## [Task goal]
From the line containing "expect((await get(p, ca)).status).toBe(200);" down to the line containing "the built bundle" in the records below, reproduce every line exactly, ends included, and omit all others.

[Collected data]
// `npm start`'s server (bin/serve-addin.cjs) serves the built add-in over
// https with a developer certificate made by office-addin-dev-certs (here in a
// temporary folder, trusted by this test only): the files the manifest
// names are there, nothing outside dist/ is.
import { ChildProcess, spawn } from 'child_process';
import * as fs from 'fs';
import * as https from 'https';
import * as os from 'os';
import * as path from 'path';
import { generateCertificates } from 'office-addin-dev-certs';

const root = path.resolve(__dirname, '..', '..');
const dir = fs.mkdtempSync(path.join(os.tmpdir(), 'cutline-certs-'));
const port = 41000 + (process.pid % 2000);
let server: ChildProcess;

function get(p: string, ca: Buffer): Promise<{ status: number; type: string; body: string }> {
  return new Promise((resolve, reject) => {
    https
      .get({ host: 'localhost', port, path: p, ca }, (res) => {
        let body = '';
        res.on('data', (d) => (body += d));
        res.on('end', () => resolve({ status: res.statusCode ?? 0, type: String(res.headers['content-type']), body }));
      })
      .on('error', reject);
  });
}

beforeAll(async () => {
  // office-addin-dev-certs says what it did on the console; the test says it instead.
  const log = jest.spyOn(console, 'log').mockImplementation(() => undefined);
  await generateCertificates(path.join(dir, 'ca.crt'), path.join(dir, 'localhost.crt'), path.join(dir, 'localhost.key'), 1, ['localhost', '127.0.0.1']);
  log.mockRestore();
  server = spawn(process.execPath, [path.join(root, 'bin/serve-addin.cjs')], {
    env: { ...process.env, CUTLINE_PORT: String(port), CUTLINE_CERT_DIR: dir },
    stdio: ['ignore', 'pipe', 'pipe'],
  });
  await new Promise<void>((resolve, reject) => {
    server.stdout!.on('data', (d) => String(d).includes('served') && resolve());
    server.stderr!.on('data', (d) => reject(new Error(String(d))));
  });
});

afterAll(() => {
  server?.kill();
  fs.rmSync(dir, { recursive: true, force: true });
});

test('the manifest’s files are served over https with the developer certificate', async () => {
  const ca = fs.readFileSync(path.join(dir, 'ca.crt'));
  const meta = await get('/functions.json', ca);
  expect(meta.status).toBe(200);
  expect(meta.type).toMatch(/^application\/json/);
  expect(JSON.parse(meta.body).functions).toHaveLength(10);
  for (const p of ['/taskpane.html', '/functions.js', '/taskpane.js', '/office/office.js', '/assets/icon-32.png', '/manifest.xml']) {
    expect((await get(p, ca)).status).toBe(200);
  }
  expect((await get('/', ca)).body).toContain('<title>Cutline</title>');
  expect((await get('/../package.json', ca)).status).toBe(404);
  expect((await get('/%2e%2e/package.json', ca)).status).toBe(404);
});
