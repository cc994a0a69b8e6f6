// The functions' cache never serves a stale result: with the built bundle
// (dist/functions.js) warm on one data set, a copy with a single cell changed
// (first, middle or last data row, the title, any range; a number by a hair,
// 0 ↔ −0, a number ↔ blank, "" ↔ null ↔ "NA" ↔ #N/A, TRUE ↔ 1 ↔ FALSE) gives
// exactly what the engine gives on that copy's columns read afresh by the
// input adapter from the sources (no cache involved), and the unchanged data
// still gives its own result afterwards. The reference is the engine called
// directly, as in bundle.test.ts.
import * as engine from '../../src/engine';
import { rangeColumns } from '../../src/input/range';
import { errorOf, loadFunctionsBundle } from '../helpers/functionsBundle';

const { functions: fn } = loadFunctionsBundle();
const N = 400;
const H = 0.6;

/** A seeded fuzzy design, Excel-shaped: a title, one cell per row; the last unit just above the cutoff; zeros in the outcome. */
function design(): { S: unknown[][]; D: unknown[][]; Y: unknown[][] } {
  let seed = 12345;
  const u = (): number => ((seed = (Math.imul(seed, 1103515245) + 12345) >>> 0) / 4294967296);
  const S: unknown[][] = [['score']];
  const D: unknown[][] = [['treated']];
  const Y: unknown[][] = [['outcome']];
  for (let i = 0; i < N; i++) {
    const x = i === N - 1 ? 0.02 : Number((2 * u() - 1).toFixed(4));
    const d = u() < (x >= 0 ? 0.7 : 0.2);
    S.push([x]);
    D.push([d]);
    Y.push([i === 6 || i === N - 2 ? 0 : Number((1 + x + (d ? 0.8 : 0) + u()).toFixed(4))]);
  }
  return { S, D, Y };
}

const { S, D, Y } = design();
const edit = (cells: unknown[][], k: number, v: unknown): unknown[][] => cells.map((row, j) => (j === k ? [v] : [...row]));

/** The engine's effect on the cells read afresh (the reference), or the input error's message. */
function reference(s: unknown[][], d: unknown[][], y: unknown[][]): number | string {
  try {
    const [score, treated, outcome] = rangeColumns([
      { argument: 'score', cells: s },
      { argument: 'treated', cells: d, binary: true },
      { argument: 'outcome', cells: y },
    ]);
    const missing = { score: score.missing, treated: treated.missing, outcome: outcome.missing };
    return engine.complierEffect(score.values, treated.values, outcome.values, 0, { missing, bandwidth: H }).effect.estimate;
  } catch (e) {
    return `CUTLINE.EFFECT: ${(e as Error).message}`;
  }
}

/** The bundle's EFFECT, or its Excel error's message. */
function effectOrError(s: unknown[][], d: unknown[][], y: unknown[][]): number | string {
  try {
    return (fn.get('EFFECT')!(s, d, y, 0, H) as number[][])[0][0];
  } catch (e) {
    return (e as Error).message;
  }
}
const effect = (s: unknown[][], d: unknown[][], y: unknown[][]): number => (fn.get('EFFECT')!(s, d, y, 0, H) as number[][])[0][0];
/** The effect and the rows it used (detail), which tell a blank from a zero even where the estimate would not. */
const used = (s: unknown[][], d: unknown[][], y: unknown[][]): unknown =>
  (fn.get('EFFECT')!(s, d, y, 0, H, null, true) as unknown[][]).find((r) => r[0] === 'rows_used')?.[1];

const last = N; // the last data row's index among the cells (the title is 0)
const edits: Array<[string, 'S' | 'D' | 'Y', number, unknown]> = [
  ['outcome, first row, +1', 'Y', 1, (Y[1][0] as number) + 1],
  ['outcome, middle row, by one unit in the last place', 'Y', 200, (Y[200][0] as number) * (1 + Number.EPSILON)],
  ['outcome, last row, +1', 'Y', last, (Y[last][0] as number) + 1],
  ['outcome, last row, blank ""', 'Y', last, ''],
  ['outcome, last row, blank null', 'Y', last, null],
  ['outcome, last row, "NA"', 'Y', last, 'NA'],
  ['outcome, last row, #N/A', 'Y', last, { code: '#N/A' }],
  ['outcome, last row, the text "0.5" (reads as 0.5)', 'Y', last, String(Y[last][0])],
  ['outcome 0 → −0 (row 7)', 'Y', 7, -0],
  ['outcome 0 → blank (row 7)', 'Y', 7, ''],
  ['outcome 0 → −0 (last row but one)', 'Y', last - 1, -0],
  ['outcome 0 → null (last row but one)', 'Y', last - 1, null],
  ['treated, last row, TRUE → 1', 'D', last, Number(D[last][0] as boolean)],
  ['treated, last row, flipped', 'D', last, !(D[last][0] as boolean)],
  ['treated, first row, "TRUE" as text', 'D', 1, D[1][0] ? 'TRUE' : 'FALSE'],
  ['treated, middle row, blank', 'D', 200, ''],
  ['score, last row, by one unit in the last place', 'S', last, 0.02 * (1 + Number.EPSILON)],
  ['score, last row, to the other side', 'S', last, -0.02],
  ['score, title renamed', 'S', 0, 'running score'],
  ['score, title removed (a blank)', 'S', 0, ''],
];

describe('a single changed cell is never served a stale result', () => {
  const base = effect(S, D, Y);
  const baseUsed = used(S, D, Y);
  test('the unchanged data: the engine’s effect', () => {
    expect(base).toBe(reference(S, D, Y));
  });
  test.each(edits)('%s', (_label, which, k, v) => {
    const cells = { S, D, Y };
    cells[which] = edit(cells[which], k, v);
    const want = reference(cells.S, cells.D, cells.Y);
    // Twice: computed, then from the cache; then the unchanged data is still its own.
    expect(effectOrError(cells.S, cells.D, cells.Y)).toBe(want);
    expect(effectOrError(cells.S, cells.D, cells.Y)).toBe(want);
    expect(effect(S, D, Y)).toBe(base);
    expect(used(S, D, Y)).toBe(baseUsed);
  });
  test('the test can fail: changes of values the estimate uses move it', () => {
    const moving = ['outcome, last row, +1', 'outcome, last row, blank ""', 'outcome, last row, #N/A', 'treated, last row, flipped', 'score, last row, to the other side'];
    for (const [label, which, k, v] of edits.filter(([l]) => moving.includes(l))) {
      const cells = { S, D, Y };
      cells[which] = edit(cells[which], k, v);
      expect([label, effect(cells.S, cells.D, cells.Y) === base]).toEqual([label, false]);
    }
  });
  test('0 and −0 are told apart by the cache (the columns differ in sign)', () => {
    const negative = edit(Y, 7, -0);
    const [, , y] = rangeColumns([
      { argument: 'score', cells: S },
      { argument: 'treated', cells: D, binary: true },
      { argument: 'outcome', cells: negative },
    ]);
    expect(Object.is(y.values[6], -0)).toBe(true);
    expect(effect(S, D, negative)).toBe(reference(S, D, negative));
  });
  test('a range one cell longer (a number after the last row) is an error, not the cached result', async () => {
    const longer = [...Y.map((r) => [...r]), [1.5]];
    const e = await errorOf(() => fn.get('EFFECT')!(S, D, longer, 0, H));
    expect(e.code).toBe('#VALUE!');
    expect(effect(S, D, [...Y.map((r) => [...r]), ['']])).toBe(base);
  });
});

## [Output of the task]
    expect((await get(p, ca)).status).toBe(200);
  }
  expect((await get('/', ca)).body).toContain('<title>Cutline</title>');
  expect((await get('/../package.json', ca)).status).toBe(404);
  expect((await get('/%2e%2e/package.json', ca)).status).toBe(404);
});
repository cc994a0a69b8e6f6
// The functions' cache never serves a stale result: with the built bundle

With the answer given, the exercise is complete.